[Records from a dataset]
==*==
"use client";
import { useState, type ReactNode } from "react";
import { cellText, type Table } from "@/lib/insights/csv";
import { EmptyState } from "@/components/ui/notice";

/**
 * One chart with its numbers: a switch between the picture and the table, and the CSV of the same
 * table (the server builds the CSV from the same table definition, so the figures match).
 */
export function ChartCard({ id, title, lead, table, csvHref, empty, children }: { id: string; title: string; lead?: ReactNode; table: Table; csvHref: string; empty?: string | null; children: ReactNode }) {
  const [view, setView] = useState<"chart" | "table">("chart");
  return (
    <section aria-labelledby={`${id}-title`} data-chart={id} className="rounded-lg border border-rule bg-sheet p-4">
      <header className="mb-3 flex flex-wrap items-start justify-between gap-2">
        <div>
          <h3 id={`${id}-title`} className="font-medium">
            {title}
          </h3>
          {lead ? <p className="text-xs text-ink-soft">{lead}</p> : null}
        </div>
        <div className="flex items-center gap-2 text-xs">
          <div role="group" aria-label={`${title}: view`} className="inline-flex overflow-hidden rounded-md border border-rule">
            {(["chart", "table"] as const).map((v) => (
              <button key={v} type="button" aria-pressed={view === v} onClick={() => setView(v)} className={`px-2.5 py-1 ${view === v ? "bg-accent text-white" : "bg-sheet text-ink-soft hover:text-ink"}`}>
                {v === "chart" ? "Chart" : "Table"}
              </button>
            ))}
          </div>
          <a href={csvHref} download className="rounded-md border border-rule px-2.5 py-1 text-ink-soft hover:text-ink" aria-label={`Download ${title} as CSV`}>
            CSV
          </a>
        </div>
      </header>
      {view === "table" ? <DataTable table={table} caption={title} /> : empty ? <EmptyState title={empty} /> : children}
    </section>
  );
}

export function DataTable({ table, caption }: { table: Table; caption: string }) {
  if (table.rows.length === 0) return <EmptyState title="No rows for this period." />;
  return (
    <div className="max-h-96 overflow-auto">
      <table className="w-full text-left text-sm tabular-nums">
        <caption className="sr-only">{caption}</caption>
        <thead className="sticky top-0 bg-sheet text-xs text-ink-soft">
          <tr>
            {table.columns.map((c) => (
              <th key={c.key} scope="col" className={`border-b border-rule px-2 py-1.5 font-medium ${c.digits !== undefined || typeof table.rows[0]?.[c.key] === "number" ? "text-right" : ""}`}>
                {c.label}
              </th>
            ))}
          </tr>
        </thead>
        <tbody>
          {table.rows.map((r, i) => (
            <tr key={i} className="border-b border-rule/60 last:border-0">
              {table.columns.map((c) => (
                <td key={c.key} className={`px-2 py-1 ${typeof r[c.key] === "number" || r[c.key] === null ? "text-right" : ""}`}>
                  {cellText(r[c.key] ?? null, c)}
                </td>
              ))}
            </tr>
          ))}
        </tbody>
      </table>
    </div>
  );
}
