"use client";
import { Bars } from "@/components/charts/bars";
import { StackedBars } from "@/components/charts/stacked-bars";
import type { chartTable } from "@/lib/insights/tables";
import type { InsightsData } from "@/lib/insights/types";
import type { InsightChart } from "@/lib/validation/insights";
import { ChartCard } from "./chart-card";
import { Section } from "./printer-sections";

type Card = (chart: InsightChart) => { table: ReturnType<typeof chartTable>; csvHref: string; id: string };
const h = (v: number | null) => (v === null ? "–" : `${v.toFixed(1)} h`);

export function MemberSection({ d, card }: { d: InsightsData; card: Card }) {
  const rows = d.members.rows;
  const empty = rows.length ? null : "No member's parts finished in this period.";
  const o = d.members.overall;
  return (
    <Section title="Members">
      <ChartCard {...card("members")} title="Parts and grams per member" lead={d.currency ? `Charges in ${d.currency} are in the table and CSV.` : undefined} empty={empty}>
        <Bars title="Parts printed per member" unit="parts" digits={0} rows={rows.map((r) => ({ label: r.name, value: r.parts }))} />
        <Bars title="Grams per member" unit="g" digits={0} colour="var(--color-clay)" rows={rows.map((r) => ({ label: r.name, value: r.grams }))} />
        {d.currency ? <Bars title={`Charges per member (${d.currency})`} unit={d.currency} digits={2} colour="var(--color-overhang)" rows={rows.map((r) => ({ label: r.name, value: (r.chargesCents ?? 0) / 100 }))} /> : null}
      </ChartCard>
      <ChartCard {...card("members")} id="members-wait" title="Waiting time, sent to printed" lead={`All members: median ${h(o.waitMedianH)}, 90th percentile ${h(o.waitP90H)} over ${o.waits} copies (nearest rank).`} empty={o.waits ? null : "No copies were printed in this period."}>
        <StackedBars
          title="Median and 90th percentile wait per member"
          unit="hours"
          series={[
            { key: "median", label: "Median", colour: "var(--color-accent)" },
            { key: "extra", label: "To the 90th percentile", colour: "var(--color-accent-wash)" },
          ]}
          rows={rows.filter((r) => r.waits > 0).map((r) => ({ label: r.name, values: { median: r.waitMedianH ?? 0, extra: Math.max(0, (r.waitP90H ?? 0) - (r.waitMedianH ?? 0)) } }))}
        />
      </ChartCard>
    </Section>
  );
}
==*==
▶ **ACTIVITY**
For each line in the entries that holds "chartTable", return that line.

▶ **YOUR RESPONSE**
import type { chartTable } from "@/lib/insights/tables";
type Card = (chart: InsightChart) => { table: ReturnType<typeof chartTable>; csvHref: string; id: string };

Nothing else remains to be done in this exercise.